Work order:
From the line containing "import dev.reweigh.inference.InformationCriteria;" down to the line containing "import dev.reweigh.inference.Prediction;" in the records below, reproduce every line exactly, ends included, and omit all others.

Entries taken from a collection
□ □ □ □ □

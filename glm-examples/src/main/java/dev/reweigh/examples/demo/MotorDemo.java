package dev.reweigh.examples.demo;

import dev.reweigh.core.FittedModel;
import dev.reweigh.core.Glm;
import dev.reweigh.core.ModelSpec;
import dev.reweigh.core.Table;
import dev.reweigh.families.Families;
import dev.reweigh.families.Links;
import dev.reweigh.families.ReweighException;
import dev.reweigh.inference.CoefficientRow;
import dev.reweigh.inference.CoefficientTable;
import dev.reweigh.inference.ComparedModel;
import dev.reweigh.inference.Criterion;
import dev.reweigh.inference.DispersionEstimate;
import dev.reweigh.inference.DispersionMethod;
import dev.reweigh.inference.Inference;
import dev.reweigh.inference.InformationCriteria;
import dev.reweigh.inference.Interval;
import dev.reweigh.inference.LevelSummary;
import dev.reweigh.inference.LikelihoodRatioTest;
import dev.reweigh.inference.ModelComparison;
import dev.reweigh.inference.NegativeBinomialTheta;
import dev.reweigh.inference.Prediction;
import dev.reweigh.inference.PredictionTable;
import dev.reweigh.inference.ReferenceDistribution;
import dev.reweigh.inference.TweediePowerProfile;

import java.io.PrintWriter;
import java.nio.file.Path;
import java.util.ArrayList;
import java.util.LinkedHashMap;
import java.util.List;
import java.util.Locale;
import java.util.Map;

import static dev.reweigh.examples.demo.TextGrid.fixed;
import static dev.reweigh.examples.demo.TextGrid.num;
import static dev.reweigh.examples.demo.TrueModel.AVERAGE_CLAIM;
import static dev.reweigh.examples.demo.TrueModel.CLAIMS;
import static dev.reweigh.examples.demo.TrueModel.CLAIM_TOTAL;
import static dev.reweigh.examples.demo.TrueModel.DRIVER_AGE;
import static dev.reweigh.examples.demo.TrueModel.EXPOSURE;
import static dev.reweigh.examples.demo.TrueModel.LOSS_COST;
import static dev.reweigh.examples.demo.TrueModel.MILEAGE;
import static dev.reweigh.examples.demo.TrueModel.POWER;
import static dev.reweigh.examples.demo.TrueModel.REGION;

□ □ □ □ □

Exercise output:
import dev.reweigh.inference.InformationCriteria;
import dev.reweigh.inference.Interval;
import dev.reweigh.inference.LevelSummary;
import dev.reweigh.inference.LikelihoodRatioTest;
import dev.reweigh.inference.ModelComparison;
import dev.reweigh.inference.NegativeBinomialTheta;
import dev.reweigh.inference.Prediction;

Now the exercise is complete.